I've got the camera and the tripod. Who wants to bring me the KK and K2?


----------



## V (Jan 23, 2009)

Leslie said:


> Here's my mediocre attempt at side-by-side pictures, taken on the fly, in my office, with an iphone camera. The one thing I can confirm is that the text is on the same page in each, font size 4.


Thanks, great side-by-side. Clearly the K2 has changed the display mechanics per font (more lines / screen on the K2 @ the same font). My preference is the for the display on the K1 so thanks, Leslie, that makes me much happier now.


----------



## chobitz (Nov 25, 2008)

V said:


> Thanks, great side-by-side. Clearly the K2 has changed the display mechanics per font (more lines / screen on the K2 @ the same font). My preference is the for the display on the K1 so thanks, Leslie, that makes me much happier now.

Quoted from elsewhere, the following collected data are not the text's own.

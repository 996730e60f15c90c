/* Writers of the results model. They only read the problem and the results. */
#ifndef LOPSIDE_REPORT_H
#define LOPSIDE_REPORT_H

#include <stdio.h>

#include "lopside/util/error.h"
#include "lopside/util/outfile.h"
#include "lopside/model/problem.h"
#include "lopside/util/provenance.h"
#include "lopside/model/results.h"

/* Returns the name a channel is shown by: NAME of [evidence.NAME], or "evidence". */
const char *lop_report_channel_name(const lop_channel *c);

/* Writes to buf what a numeric channel's rule reads: the channel's name with one repeat,
 * else its summary, "the mean of the 3 readings of ear" ("geometric mean" for lognormal
 * noise, "sum of the 3 counts" for poisson and binomial). */
void lop_report_measurement_name(char *buf, size_t size, const lop_channel *c);

/* Writes to buf the measurement a threshold sweep's thresholds lie on: the name (as
 * lop_report_measurement_name) of the problem's numeric channel, or "the measurement". */
void lop_report_threshold_measurement(char *buf, size_t size, const lop_problem *p);

/* Writes the report for a person at a terminal to out. */
void lop_report_text(FILE *out, const lop_problem *p, const lop_results *r,
                     const lop_provenance *prov);

/* Writes the parsed problem, as `lopside check` shows it, to out. */
void lop_report_problem(FILE *out, const lop_problem *p);

/* Returns LOP_OK after writing the JSON results (format.md's keys) to a temporary beside
 * path, handed to `pending` to be renamed with the run's other outputs. */
lop_status lop_report_json(const char *path, const lop_problem *p, const lop_results *r,
                           const lop_provenance *prov, lop_outfile_list *pending,
                           lop_error *err);

/* Writes to buf (size bytes, always terminated) how rule row `row` reads: "swab = flagged"
 * for one repeat, "swab: clear 1, flagged 1" for several, channels joined by "; ";
 * "" when the problem has no outcome-table channel. */
void lop_report_row_given(char *buf, size_t size, const lop_problem *p,
                          const lop_rule_result *rule, size_t row);

/* Returns the name of a channel's kind: "table", or its noise family ("gaussian", ...). */
const char *lop_report_noise_name(const lop_channel *c);

/* Returns LOP_OK after writing one CSV file per table and index.csv into folder dir
 * (created with any missing parent) as temporaries, handed to `pending` (index.csv last)
 * to be renamed with the run's other outputs; on failure no file in dir has changed and
 * err names the path. */
lop_status lop_report_csv(const char *dir, const lop_problem *p, const lop_results *r,
                          const lop_provenance *prov, lop_outfile_list *pending,
                          lop_error *err);

/* Returns LOP_OK after writing the XLSX workbook (Summary, Case, Rule, and as the file asks
 * Rules, Value, a sheet per sweep, Designs and Simulation, then Inputs) to a temporary in
 * path's folder, handed to `pending` to be renamed with the run's other outputs; on
 * failure the old file is untouched and err names the path and libxlsxwriter's reason. */
lop_status lop_report_xlsx(const char *path, const lop_problem *p, const lop_results *r,
                           const lop_provenance *prov, lop_outfile_list *pending,
                           lop_error *err);

#endif
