import org.chirocore.cert.CoreFinding;
import org.chirocore.cert.Source;
import org.chirocore.io.AtomicFiles;
import org.chirocore.io.Json;
import org.chirocore.matroid.Catalogue;
import org.chirocore.matroid.ElementSets;
import org.chirocore.matroid.ExplicitMatroid;
import org.chirocore.matroid.HyperplaneIsomorphismInspector;
import org.chirocore.matroid.MatroidShape;
import org.chirocore.orient.Budget;
import org.chirocore.pipeline.CertifiedReduction;
import org.chirocore.search.MinimalCore;
import org.chirocore.search.Progress;
import org.chirocore.search.SearchResult;
import org.chirocore.search.SearchSettings;
import org.chirocore.search.Strategy;
import org.chirocore.search.UnsatCoreSearch;
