import java.io.IOException;
import java.io.UncheckedIOException;
import java.nio.file.Files;
import java.nio.file.Path;
import java.util.ArrayList;
import java.util.List;
import java.util.Optional;
import java.util.OptionalInt;
import java.util.concurrent.ExecutionException;
import java.util.concurrent.ExecutorService;
import java.util.concurrent.Executors;
import java.util.concurrent.Future;
import java.util.concurrent.atomic.AtomicInteger;

import org.chirocore.io.InputFiles;
import org.chirocore.cert.CertificateForms;
import org.chirocore.cert.CertificateWriter;
import org.chirocore.cert.CoreFinding;
import org.chirocore.cert.Provenance;
import org.chirocore.cert.Source;
import org.chirocore.check.CertificateVerifier;
import org.chirocore.family.Shard;
import org.chirocore.io.AtomicFiles;
import org.chirocore.io.Json;
import org.chirocore.io.ResultJson;
import org.chirocore.matroid.AffineCube;
import org.chirocore.matroid.Catalogue;
import org.chirocore.matroid.CubeConstruction;
import org.chirocore.matroid.ExplicitMatroid;
import org.chirocore.matroid.Field;
import org.chirocore.matroid.HyperplaneSpec;
import org.chirocore.matroid.NamedMatroid;
import org.chirocore.orient.Budget;
import org.chirocore.pipeline.CertifiedReduction;
import org.chirocore.pipeline.Subject;
import org.chirocore.search.CoreConstraints;
import org.chirocore.search.MinimalCore;
import org.chirocore.search.Progress;
import org.chirocore.search.SearchResult;
import org.chirocore.search.SteeredSearch;
import org.chirocore.search.Strategy;
import org.chirocore.search.UnsatCoreSearch;
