class Factor:
    """Lower Cholesky factor ``L`` with ``L @ L.T == a + jitter * I``.

    Build one with :func:`cholesky` (or :meth:`Factor.from_lower` for a factor
    you already trust). A Factor is immutable: ``update``/``downdate`` return a
    new one.

    Attributes
    ----------
    lower : ndarray, shape (p, p), read-only
    jitter : float
    rcond : float
    digits_lost : float
    health : FactorHealth
    names : list of str or None
    dim : int

    Examples
    --------
    >>> import numpy as np, whiten
    >>> a = np.array([[4.0, 2.0], [2.0, 3.0]])
    >>> f = whiten.cholesky(a)
    >>> bool(np.allclose(a @ f.solve([1.0, 2.0]), [1.0, 2.0]))
    True
    """

    __slots__ = ("_lower", "_lower_f", "_health", "_names", "_matrix", "_inv_diag", "_logdet")

    def __init__(self, lower: np.ndarray, health: FactorHealth, names: Sequence[str] | None = None,
                 matrix: np.ndarray | None = None, *, _copy: bool = True):
        # one Fortran-ordered copy serves both users and LAPACK/BLAS; with _copy=False the
        # library hands over arrays it made for this factor alone (no copies at all)
        lower = np.array(lower, dtype=np.float64, order="F", copy=True) if _copy else np.asfortranarray(lower)
        lower.setflags(write=False)
        self._lower = lower
        self._lower_f = lower
        self._health = health
        self._names = list(names) if names is not None else None
        if self._names is not None and len(self._names) != lower.shape[0]:
            raise InputError(f"names: expected {lower.shape[0]} names, got {len(self._names)}")
        if matrix is not None:
            matrix = np.array(matrix, dtype=np.float64, copy=True) if _copy else matrix
            matrix.setflags(write=False)
        self._matrix = matrix
        self._inv_diag = None
        self._logdet = None

    # ------------------------------------------------------------------ build
    @classmethod
    def from_lower(cls, lower: Any, *, names: Sequence[str] | None = None, jitter: float = 0.0) -> "Factor":
        """Wrap an existing lower-triangular factor (checked: square, finite, positive diagonal).

        Raises
        ------
        InputError
            Not square, not finite, or entries above the diagonal.
        NotPositiveDefiniteError
            A diagonal entry is not positive.
        """
        arr = np.asarray(lower, dtype=np.float64)
        if arr.ndim != 2 or arr.shape[0] != arr.shape[1] or arr.shape[0] == 0:
            raise InputError(f"lower: must be a non-empty square matrix, got shape {arr.shape}")
        if not np.isfinite(arr).all():
            raise InputError("lower: contains NaN or infinite entries")
        if np.any(np.triu(arr, 1) != 0):
            raise InputError("lower: has non-zero entries above the diagonal; pass a lower-triangular factor")
        d = np.diag(arr)
        if np.any(d <= 0):
            k = int(np.flatnonzero(d <= 0)[0])
            raise NotPositiveDefiniteError(
                f"lower: diagonal entry {_name(names, k)} is {d[k]:.3g}; a Cholesky factor has a positive diagonal",
                pivot=k, value=float(d[k]))
        return cls(arr, _health_of(arr, jitter, 0.0, "given"), names)

    # ------------------------------------------------------------ attributes
    @property
    def lower(self) -> np.ndarray:
        return self._lower

    @property
    def dim(self) -> int:
        return self._lower.shape[0]

    @property
    def names(self) -> list[str] | None:
        return None if self._names is None else list(self._names)

    @property
    def health(self) -> FactorHealth:
        h = self._health
        if isinstance(h, _PendingHealth):
            h = self._health = h.resolve(self._lower_f)
        return h

    @property
    def jitter(self) -> float:
        return self._health.jitter

    @property
    def rcond(self) -> float:
        return self.health.rcond

    @property
    def digits_lost(self) -> float:
        return self._health.digits_lost

    def __repr__(self) -> str:
        h = self.health
        return (f"Factor(dim={self.dim}, method={h.method!r}, rcond={h.rcond:.3g}, "
                f"digits_lost={h.digits_lost:.1f}, jitter={h.jitter:.3g})")

    # ------------------------------------------------------------ questions
    def matrix(self) -> np.ndarray:
        """The matrix this factor represents, ``L @ L.T`` (a new array)."""
        if self._matrix is not None:
            return self._matrix.copy()
        return self._lower @ self._lower.T

    def logdet(self) -> float:
        """``log det(a + jitter I)`` as ``2 * sum(log diag L)``; never overflows."""
        if self._logdet is None:
            self._logdet = float(2.0 * np.sum(np.log(np.diag(self._lower))))
        return self._logdet

    def _rhs(self, b: Any, name: str) -> tuple[np.ndarray, bool]:
        arr = np.asarray(b, dtype=np.float64)
        if arr.ndim not in (1, 2) or arr.shape[0] != self.dim:
            raise InputError(f"{name}: expected shape ({self.dim},) or ({self.dim}, k), got {arr.shape}")
        if not np.isfinite(arr).all():
            raise InputError(f"{name}: contains NaN or infinite entries")
        return arr, arr.ndim == 1

    def solve(self, b: Any) -> np.ndarray:
        """Solve ``(a + jitter I) x = b`` by two triangular solves (LAPACK ``dpotrs``).

        Parameters
        ----------
        b : array_like, shape (p,) or (p, k)

        Returns
        -------
        x : ndarray, same shape as b
        """
        arr, _ = self._rhs(b, "b")
        x, info = lapack.dpotrs(self._lower_f, arr, lower=1)
        if info != 0:  # pragma: no cover - only on invalid arguments
            raise InputError(f"dpotrs failed with info={info}")
        return x

    def solve_lower(self, b: Any, *, trans: bool = False) -> np.ndarray:
        """Solve ``L x = b`` (or ``L.T x = b`` with ``trans=True``) for columns b."""
        arr, _ = self._rhs(b, "b")
        x, info = lapack.dtrtrs(self._lower_f, arr, lower=1, trans=1 if trans else 0)
        if info != 0:  # pragma: no cover
            raise InputError(f"dtrtrs failed with info={info}")
        return x

    def _row_blocks(self, x: np.ndarray):
        rows = max(1, int(current().block_rows))
        for start in range(0, x.shape[0], rows):
            yield start, min(start + rows, x.shape[0])

    def _work_buffer(self, n_rows: int) -> np.ndarray:
        """One C-ordered block-sized work array for a whole blocked pass (one allocation, not one per
        block: on a virtual machine every fresh multi-megabyte array costs page faults)."""
        return np.empty((min(n_rows, max(1, int(current().block_rows))), self.dim))

    def _solve_rows(self, rows: np.ndarray, *, trans: bool = False) -> np.ndarray:
        """``rows[i] <- L^{-1} rows[i]`` (``L^{-T}`` with ``trans``) in place, for a C-ordered (m, p) array.

        Its transpose is Fortran-ordered, so BLAS-3 ``dtrsm`` solves it where it lies.
        """
        z = blas.dtrsm(1.0, self._lower_f, rows.T, side=0, lower=1, trans_a=1 if trans else 0, diag=0,
                       overwrite_b=1)
        if not np.shares_memory(z, rows):  # pragma: no cover - the wrapper solves C-slices in place
            rows[...] = z.T
        return rows

    def _whiten_block(self, block: np.ndarray, shift: np.ndarray | None, buf: np.ndarray) -> np.ndarray:
        """Rows of ``L^{-1} (x_i - shift)`` for one block, solved in ``buf`` (C-ordered, at least the
        block's shape); returns the filled part of ``buf``."""
        work = buf[: block.shape[0]]
        if shift is not None:
            np.subtract(block, shift, out=work)
        else:
            work[...] = block
        return self._solve_rows(work)

    def _rows(self, x: Any, name: str) -> tuple[np.ndarray, bool]:
        arr = np.asarray(x, dtype=np.float64)
        if arr.ndim == 1:
            arr = arr[None, :]
            one = True
        else:
            one = False
        if arr.ndim != 2 or arr.shape[1] != self.dim:
            raise InputError(f"{name}: expected rows of length {self.dim}, got shape {np.shape(x)}")
        # one cheap pass: the sum is finite exactly when no entry is NaN/inf, barring overflow
        if arr.size and not np.isfinite(np.add.reduce(arr, axis=None)):
            bad = ~np.isfinite(arr)
            if bad.any():
                r, c = np.argwhere(bad)[0]
                raise InputError(f"{name}: row {r}, column {c} is {arr[r, c]}; values must be finite")
        return arr, one

    def whiten(self, x: Any, *, shift: Any = None) -> np.ndarray:
        """Whitened rows ``z_i = L^{-1} (x_i - shift)``.

        Parameters
        ----------
        x : array_like, shape (p,) or (N, p)
        shift : array_like, shape (p,), optional
            Subtracted from every row first (e.g. a mean), block by block.

        Notes
        -----
        Row blocks of ``whiten.get_options().block_rows`` rows go through one
        BLAS-3 triangular solve each; cost N p^2, extra memory one block.
        """
        arr, one = self._rows(x, "x")
        sh = None if shift is None else np.asarray(shift, dtype=np.float64).reshape(self.dim)
        out = np.empty_like(arr)
        buf = self._work_buffer(arr.shape[0])
        for a, b in self._row_blocks(arr):
            out[a:b] = self._whiten_block(arr[a:b], sh, buf)
        return out[0] if one else out

    def unwhiten(self, z: Any) -> np.ndarray:
        """Rows ``L z_i`` (the inverse map of :meth:`whiten`)."""
        arr, one = self._rows(z, "z")
        out = arr @ self._lower.T
        return out[0] if one else out

    def quad(self, x: Any, *, shift: Any = None) -> np.ndarray | float:
        """Quadratic forms ``(x_i - shift)^T (a + jitter I)^{-1} (x_i - shift)`` per row.

        Computed as the squared norm of the whitened row, block by block, so the
        result is never negative and no N x p temporary is formed.
        """
        arr, one = self._rows(x, "x")
        sh = None if shift is None else np.asarray(shift, dtype=np.float64).reshape(self.dim)
        if one:  # one vector: a single triangular solve, no block machinery
            v = arr[0] if sh is None else arr[0] - sh
            z, _ = lapack.dtrtrs(self._lower_f, v, lower=1)
            return float(z @ z)
        out = self._quad_checked(arr, sh)
        return float(out[0]) if one else out

    def _quad_checked(self, arr: np.ndarray, shift: np.ndarray | None) -> np.ndarray:
        """quad on rows already validated (finite, shape (N, p), float64)."""
        out = np.empty(arr.shape[0])
        buf = self._work_buffer(arr.shape[0])
        for a, b in self._row_blocks(arr):
            z = self._whiten_block(arr[a:b], shift, buf)
            np.einsum("ij,ij->i", z, z, out=out[a:b])
        return out

    def inv_diag(self) -> np.ndarray:
        """Diagonal of ``(a + jitter I)^{-1}``, a reported quantity (computed once).

        Entry j is ``||L^{-1} e_j||^2``. The triangular solve against the identity
        below is the one permitted form: the values are reported (variances,
        contribution denominators), never used as an operator.
        """
        if self._inv_diag is None:
            p = self.dim
            w = blas.dtrsm(1.0, self._lower_f, np.eye(p, order="F"), side=0, lower=1)  # inverse-ok: diagonal of the precision is reported, never applied
            d = np.einsum("ij,ij->j", w, w)
            d.setflags(write=False)
            self._inv_diag = d
        return self._inv_diag

    # -------------------------------------------------------------- updates
    def update(self, x: Any) -> "Factor":
        """Factor of ``a + x x^T`` (rank-one update, O(p^2)); ``x`` may be rows to add in turn."""
        return self._rank_one(x, +1.0)

    def downdate(self, x: Any) -> "Factor":
        """Factor of ``a - x x^T`` (rank-one downdate by hyperbolic rotations).

        Raises
        ------
        NotPositiveDefiniteError
            When the result would not be positive definite; names the pivot.
        """
        return self._rank_one(x, -1.0)

    def _rank_one(self, x: Any, sign: float) -> "Factor":
        rows, _ = self._rows(x, "x")
        lt = np.array(self._lower.T, order="C")  # upper factor R = L^T; rows of R are contiguous
        p = self.dim
        for v in rows:
            w = v.copy()
            for k in range(p):
                rkk = lt[k, k]
                r2 = rkk * rkk + sign * w[k] * w[k]
                if not (r2 > (64 * _EPS * rkk) ** 2) or not np.isfinite(r2):
                    raise NotPositiveDefiniteError(
                        f"downdate would lose positive definiteness at pivot {_name(self._names, k)} "
                        f"(remaining pivot {r2:.3g} vs {rkk * rkk:.3g} before); the rows removed were "
                        "not part of the matrix, or the window is too small for its dimension",
                        pivot=k, value=float(r2))
                r = math.sqrt(r2)
                c = r / rkk
                s = w[k] / rkk
                lt[k, k] = r
                if k + 1 < p:
                    rest = lt[k, k + 1:]
                    rest += sign * s * w[k + 1:]
                    rest /= c
                    w[k + 1:] = c * w[k + 1:] - s * rest
        lower = lt.T
        h = self.health
        return Factor(lower, _health_of(lower, h.jitter, h.jitter_relative, "updated"), self._names)

    # ------------------------------------------------------------ subsets
    def subset(self, idx: Sequence[int]) -> "Factor":
        """Factor of the principal sub-matrix ``m[idx][:, idx]`` (refactored, no jitter).

        A principal sub-matrix of a positive definite matrix is positive definite
        and no worse conditioned, so no jitter or warning is needed.
        """
        idx = np.asarray(idx, dtype=np.intp)
        m = self.matrix()[np.ix_(idx, idx)]
        lower, _, info, rc_s, anorm = _factor_scaled(m)
        if info != 0:  # rounding only; cannot happen for a well-formed factor
            raise NotPositiveDefiniteError(f"sub-matrix failed to factor at pivot {info - 1}", pivot=info - 1)
        names = None if self._names is None else [self._names[i] for i in idx]
        h = _PendingHealth(rc_s, anorm, self.jitter, self._health.jitter_relative, self._health.method)
        return Factor(lower, h, names, matrix=m, _copy=False)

Me too. From the different pictures there DOES seem to be a major difference in the screens.
*hugs phoebe*
Yep I like me K1 better but different strokes and all that..


----------



## Cherie (Feb 3, 2009)

I love the broader line spacing on K1--had pinpointed that as one of the features that has enabled me to read like a fiend since getting the Kindle. The K2 might still be better than a paper book in that regard, but it would probably take a few hours of reading to figure out whether it's good enough, or whether I really need as much space as the K1 gives. So, I will happily read away on my K1 and feel the "new toy tug" diminish as I feel a renewed appreciation for the K1.


----------



## stevene9 (Nov 9, 2008)

K1, K1, K1, K1 - gooooo K1


----------



## Neversleepsawink;) (Dec 16, 2008)

Hmmmm....I'm lucky I kept Klassic Kindle


----------



## artsandhistoryfan (Feb 7, 2009)

Chad Winters said:


> unfortuantely a poor comparison as the light source is coming in from the right leaving the K1 in shadow


 Note that the white border on the K1 is lit about the same as the K2 (see top, sides, bottom of both).

It's the screen background that looks darker in that shot.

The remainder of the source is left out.